§ Exercise requirements: Output every record below exactly.

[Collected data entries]
=== Section Start ===

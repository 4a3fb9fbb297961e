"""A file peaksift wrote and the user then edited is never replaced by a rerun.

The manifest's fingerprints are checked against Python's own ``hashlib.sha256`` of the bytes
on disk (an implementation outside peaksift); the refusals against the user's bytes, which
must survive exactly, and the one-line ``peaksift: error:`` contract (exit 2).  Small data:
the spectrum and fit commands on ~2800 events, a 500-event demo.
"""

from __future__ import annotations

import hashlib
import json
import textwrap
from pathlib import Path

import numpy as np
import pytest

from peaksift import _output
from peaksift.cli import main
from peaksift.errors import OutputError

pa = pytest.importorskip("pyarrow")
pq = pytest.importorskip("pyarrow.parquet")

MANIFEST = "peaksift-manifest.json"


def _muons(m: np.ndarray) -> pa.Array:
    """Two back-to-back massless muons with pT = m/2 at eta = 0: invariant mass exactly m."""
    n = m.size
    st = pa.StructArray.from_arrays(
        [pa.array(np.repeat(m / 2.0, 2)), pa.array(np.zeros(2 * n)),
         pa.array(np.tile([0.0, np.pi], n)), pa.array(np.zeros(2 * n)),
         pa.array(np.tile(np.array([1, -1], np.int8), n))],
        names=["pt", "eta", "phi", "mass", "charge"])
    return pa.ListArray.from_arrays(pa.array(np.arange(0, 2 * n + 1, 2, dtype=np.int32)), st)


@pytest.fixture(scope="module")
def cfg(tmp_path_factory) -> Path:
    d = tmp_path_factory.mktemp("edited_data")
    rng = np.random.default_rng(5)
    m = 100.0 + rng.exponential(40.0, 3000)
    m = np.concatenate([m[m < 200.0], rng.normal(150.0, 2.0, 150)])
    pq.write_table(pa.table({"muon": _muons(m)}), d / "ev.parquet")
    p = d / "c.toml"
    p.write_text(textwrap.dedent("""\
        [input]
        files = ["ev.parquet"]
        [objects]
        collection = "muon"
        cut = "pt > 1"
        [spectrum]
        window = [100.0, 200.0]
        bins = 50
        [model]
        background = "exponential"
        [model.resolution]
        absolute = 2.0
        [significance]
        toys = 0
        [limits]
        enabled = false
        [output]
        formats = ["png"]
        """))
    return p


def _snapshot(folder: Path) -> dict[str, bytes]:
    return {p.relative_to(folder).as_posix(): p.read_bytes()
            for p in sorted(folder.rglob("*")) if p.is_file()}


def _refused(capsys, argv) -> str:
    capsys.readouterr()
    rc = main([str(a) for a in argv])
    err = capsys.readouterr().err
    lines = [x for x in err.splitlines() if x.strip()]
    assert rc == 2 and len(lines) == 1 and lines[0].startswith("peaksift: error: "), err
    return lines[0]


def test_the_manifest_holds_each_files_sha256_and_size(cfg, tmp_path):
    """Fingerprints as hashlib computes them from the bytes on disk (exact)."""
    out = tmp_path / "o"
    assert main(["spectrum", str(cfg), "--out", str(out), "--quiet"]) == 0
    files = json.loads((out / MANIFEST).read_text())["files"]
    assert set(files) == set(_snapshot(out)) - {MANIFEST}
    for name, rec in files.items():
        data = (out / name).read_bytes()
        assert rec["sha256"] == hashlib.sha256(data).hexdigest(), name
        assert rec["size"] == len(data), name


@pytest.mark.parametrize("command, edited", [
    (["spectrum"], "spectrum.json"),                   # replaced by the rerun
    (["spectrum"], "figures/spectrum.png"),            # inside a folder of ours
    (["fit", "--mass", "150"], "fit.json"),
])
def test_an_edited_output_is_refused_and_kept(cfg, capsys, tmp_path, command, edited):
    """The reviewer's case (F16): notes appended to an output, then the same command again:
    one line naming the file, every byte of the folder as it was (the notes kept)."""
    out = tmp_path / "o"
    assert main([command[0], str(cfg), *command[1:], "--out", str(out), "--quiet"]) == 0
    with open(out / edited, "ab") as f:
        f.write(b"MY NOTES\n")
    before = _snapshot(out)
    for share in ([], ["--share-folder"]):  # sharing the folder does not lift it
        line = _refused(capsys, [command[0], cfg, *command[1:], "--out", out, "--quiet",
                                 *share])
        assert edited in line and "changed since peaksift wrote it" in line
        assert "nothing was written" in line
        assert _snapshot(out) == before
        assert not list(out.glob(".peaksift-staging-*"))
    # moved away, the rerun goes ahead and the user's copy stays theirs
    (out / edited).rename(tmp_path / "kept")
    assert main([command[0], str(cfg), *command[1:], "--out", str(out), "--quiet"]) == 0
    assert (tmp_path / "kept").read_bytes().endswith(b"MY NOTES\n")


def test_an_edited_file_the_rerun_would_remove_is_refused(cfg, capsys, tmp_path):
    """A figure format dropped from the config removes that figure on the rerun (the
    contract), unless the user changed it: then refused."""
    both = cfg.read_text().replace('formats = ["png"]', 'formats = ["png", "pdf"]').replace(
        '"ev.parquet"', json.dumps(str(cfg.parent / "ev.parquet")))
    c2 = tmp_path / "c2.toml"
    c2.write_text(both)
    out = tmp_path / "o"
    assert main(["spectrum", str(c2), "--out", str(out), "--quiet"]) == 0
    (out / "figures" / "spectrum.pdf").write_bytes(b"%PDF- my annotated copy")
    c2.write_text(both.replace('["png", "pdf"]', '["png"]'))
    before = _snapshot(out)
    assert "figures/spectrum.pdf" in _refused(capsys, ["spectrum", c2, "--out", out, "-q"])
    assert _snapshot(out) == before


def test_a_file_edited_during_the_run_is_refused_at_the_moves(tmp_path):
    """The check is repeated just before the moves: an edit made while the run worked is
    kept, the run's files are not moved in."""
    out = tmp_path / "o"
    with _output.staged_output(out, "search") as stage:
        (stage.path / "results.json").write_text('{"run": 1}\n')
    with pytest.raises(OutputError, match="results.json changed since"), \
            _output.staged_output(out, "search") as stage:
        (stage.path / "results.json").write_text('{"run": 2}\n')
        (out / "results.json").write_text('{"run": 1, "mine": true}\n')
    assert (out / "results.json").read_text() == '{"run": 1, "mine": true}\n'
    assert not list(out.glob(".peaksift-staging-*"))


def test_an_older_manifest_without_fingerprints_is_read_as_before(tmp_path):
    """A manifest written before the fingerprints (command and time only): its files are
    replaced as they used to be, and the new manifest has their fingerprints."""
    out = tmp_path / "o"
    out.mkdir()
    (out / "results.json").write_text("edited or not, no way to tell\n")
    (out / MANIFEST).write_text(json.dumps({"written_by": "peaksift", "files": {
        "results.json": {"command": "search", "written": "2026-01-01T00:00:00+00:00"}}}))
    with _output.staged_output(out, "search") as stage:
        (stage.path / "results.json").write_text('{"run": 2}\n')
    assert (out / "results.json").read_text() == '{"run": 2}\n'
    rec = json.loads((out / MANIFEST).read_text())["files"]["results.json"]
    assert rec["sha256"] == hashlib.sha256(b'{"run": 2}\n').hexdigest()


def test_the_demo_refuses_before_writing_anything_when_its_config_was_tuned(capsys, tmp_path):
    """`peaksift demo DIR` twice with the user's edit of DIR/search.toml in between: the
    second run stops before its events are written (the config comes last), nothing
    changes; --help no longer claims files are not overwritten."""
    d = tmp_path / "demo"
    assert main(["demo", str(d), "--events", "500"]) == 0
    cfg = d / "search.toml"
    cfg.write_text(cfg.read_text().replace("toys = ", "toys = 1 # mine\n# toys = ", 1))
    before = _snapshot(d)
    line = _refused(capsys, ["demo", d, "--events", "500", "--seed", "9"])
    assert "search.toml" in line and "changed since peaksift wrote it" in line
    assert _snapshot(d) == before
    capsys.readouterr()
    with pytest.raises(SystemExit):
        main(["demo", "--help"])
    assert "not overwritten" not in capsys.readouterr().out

=== Section End ===

§ The completed task:
repository 4a3fb9fbb297961e
"""A file peaksift wrote and the user then edited is never replaced by a rerun.

The manifest's fingerprints are checked against Python's own ``hashlib.sha256`` of the bytes
on disk (an implementation outside peaksift); the refusals against the user's bytes, which
must survive exactly, and the one-line ``peaksift: error:`` contract (exit 2).  Small data:
the spectrum and fit commands on ~2800 events, a 500-event demo.
"""

from __future__ import annotations

import hashlib
import json
import textwrap
from pathlib import Path

import numpy as np
import pytest

from peaksift import _output
from peaksift.cli import main
from peaksift.errors import OutputError

pa = pytest.importorskip("pyarrow")
pq = pytest.importorskip("pyarrow.parquet")

MANIFEST = "peaksift-manifest.json"


def _muons(m: np.ndarray) -> pa.Array:
    """Two back-to-back massless muons with pT = m/2 at eta = 0: invariant mass exactly m."""
    n = m.size
    st = pa.StructArray.from_arrays(
        [pa.array(np.repeat(m / 2.0, 2)), pa.array(np.zeros(2 * n)),
         pa.array(np.tile([0.0, np.pi], n)), pa.array(np.zeros(2 * n)),
         pa.array(np.tile(np.array([1, -1], np.int8), n))],
        names=["pt", "eta", "phi", "mass", "charge"])
    return pa.ListArray.from_arrays(pa.array(np.arange(0, 2 * n + 1, 2, dtype=np.int32)), st)


@pytest.fixture(scope="module")
def cfg(tmp_path_factory) -> Path:
    d = tmp_path_factory.mktemp("edited_data")
    rng = np.random.default_rng(5)
    m = 100.0 + rng.exponential(40.0, 3000)
    m = np.concatenate([m[m < 200.0], rng.normal(150.0, 2.0, 150)])
    pq.write_table(pa.table({"muon": _muons(m)}), d / "ev.parquet")
    p = d / "c.toml"
    p.write_text(textwrap.dedent("""\
        [input]
        files = ["ev.parquet"]
        [objects]
        collection = "muon"
        cut = "pt > 1"
        [spectrum]
        window = [100.0, 200.0]
        bins = 50
        [model]
        background = "exponential"
        [model.resolution]
        absolute = 2.0
        [significance]
        toys = 0
        [limits]
        enabled = false
        [output]
        formats = ["png"]
        """))
    return p


def _snapshot(folder: Path) -> dict[str, bytes]:
    return {p.relative_to(folder).as_posix(): p.read_bytes()
            for p in sorted(folder.rglob("*")) if p.is_file()}


def _refused(capsys, argv) -> str:
    capsys.readouterr()
    rc = main([str(a) for a in argv])
    err = capsys.readouterr().err
    lines = [x for x in err.splitlines() if x.strip()]
    assert rc == 2 and len(lines) == 1 and lines[0].startswith("peaksift: error: "), err
    return lines[0]


def test_the_manifest_holds_each_files_sha256_and_size(cfg, tmp_path):
    """Fingerprints as hashlib computes them from the bytes on disk (exact)."""
    out = tmp_path / "o"
    assert main(["spectrum", str(cfg), "--out", str(out), "--quiet"]) == 0
    files = json.loads((out / MANIFEST).read_text())["files"]
    assert set(files) == set(_snapshot(out)) - {MANIFEST}
    for name, rec in files.items():
        data = (out / name).read_bytes()
        assert rec["sha256"] == hashlib.sha256(data).hexdigest(), name
        assert rec["size"] == len(data), name


@pytest.mark.parametrize("command, edited", [
    (["spectrum"], "spectrum.json"),                   # replaced by the rerun
    (["spectrum"], "figures/spectrum.png"),            # inside a folder of ours
    (["fit", "--mass", "150"], "fit.json"),
])
def test_an_edited_output_is_refused_and_kept(cfg, capsys, tmp_path, command, edited):
    """The reviewer's case (F16): notes appended to an output, then the same command again:
    one line naming the file, every byte of the folder as it was (the notes kept)."""
    out = tmp_path / "o"
    assert main([command[0], str(cfg), *command[1:], "--out", str(out), "--quiet"]) == 0
    with open(out / edited, "ab") as f:
        f.write(b"MY NOTES\n")
    before = _snapshot(out)
    for share in ([], ["--share-folder"]):  # sharing the folder does not lift it
        line = _refused(capsys, [command[0], cfg, *command[1:], "--out", out, "--quiet",
                                 *share])
        assert edited in line and "changed since peaksift wrote it" in line
        assert "nothing was written" in line
        assert _snapshot(out) == before
        assert not list(out.glob(".peaksift-staging-*"))
    # moved away, the rerun goes ahead and the user's copy stays theirs
    (out / edited).rename(tmp_path / "kept")
    assert main([command[0], str(cfg), *command[1:], "--out", str(out), "--quiet"]) == 0
    assert (tmp_path / "kept").read_bytes().endswith(b"MY NOTES\n")


def test_an_edited_file_the_rerun_would_remove_is_refused(cfg, capsys, tmp_path):
    """A figure format dropped from the config removes that figure on the rerun (the
    contract), unless the user changed it: then refused."""
    both = cfg.read_text().replace('formats = ["png"]', 'formats = ["png", "pdf"]').replace(
        '"ev.parquet"', json.dumps(str(cfg.parent / "ev.parquet")))
    c2 = tmp_path / "c2.toml"
    c2.write_text(both)
    out = tmp_path / "o"
    assert main(["spectrum", str(c2), "--out", str(out), "--quiet"]) == 0
    (out / "figures" / "spectrum.pdf").write_bytes(b"%PDF- my annotated copy")
    c2.write_text(both.replace('["png", "pdf"]', '["png"]'))
    before = _snapshot(out)
    assert "figures/spectrum.pdf" in _refused(capsys, ["spectrum", c2, "--out", out, "-q"])
    assert _snapshot(out) == before


def test_a_file_edited_during_the_run_is_refused_at_the_moves(tmp_path):
    """The check is repeated just before the moves: an edit made while the run worked is
    kept, the run's files are not moved in."""
    out = tmp_path / "o"
    with _output.staged_output(out, "search") as stage:
        (stage.path / "results.json").write_text('{"run": 1}\n')
    with pytest.raises(OutputError, match="results.json changed since"), \
            _output.staged_output(out, "search") as stage:
        (stage.path / "results.json").write_text('{"run": 2}\n')
        (out / "results.json").write_text('{"run": 1, "mine": true}\n')
    assert (out / "results.json").read_text() == '{"run": 1, "mine": true}\n'
    assert not list(out.glob(".peaksift-staging-*"))


def test_an_older_manifest_without_fingerprints_is_read_as_before(tmp_path):
    """A manifest written before the fingerprints (command and time only): its files are
    replaced as they used to be, and the new manifest has their fingerprints."""
    out = tmp_path / "o"
    out.mkdir()
    (out / "results.json").write_text("edited or not, no way to tell\n")
    (out / MANIFEST).write_text(json.dumps({"written_by": "peaksift", "files": {
        "results.json": {"command": "search", "written": "2026-01-01T00:00:00+00:00"}}}))
    with _output.staged_output(out, "search") as stage:
        (stage.path / "results.json").write_text('{"run": 2}\n')
    assert (out / "results.json").read_text() == '{"run": 2}\n'
    rec = json.loads((out / MANIFEST).read_text())["files"]["results.json"]
    assert rec["sha256"] == hashlib.sha256(b'{"run": 2}\n').hexdigest()


def test_the_demo_refuses_before_writing_anything_when_its_config_was_tuned(capsys, tmp_path):
    """`peaksift demo DIR` twice with the user's edit of DIR/search.toml in between: the
    second run stops before its events are written (the config comes last), nothing
    changes; --help no longer claims files are not overwritten."""
    d = tmp_path / "demo"
    assert main(["demo", str(d), "--events", "500"]) == 0
    cfg = d / "search.toml"
    cfg.write_text(cfg.read_text().replace("toys = ", "toys = 1 # mine\n# toys = ", 1))
    before = _snapshot(d)
    line = _refused(capsys, ["demo", d, "--events", "500", "--seed", "9"])
    assert "search.toml" in line and "changed since peaksift wrote it" in line
    assert _snapshot(d) == before
    capsys.readouterr()
    with pytest.raises(SystemExit):
        main(["demo", "--help"])
    assert "not overwritten" not in capsys.readouterr().out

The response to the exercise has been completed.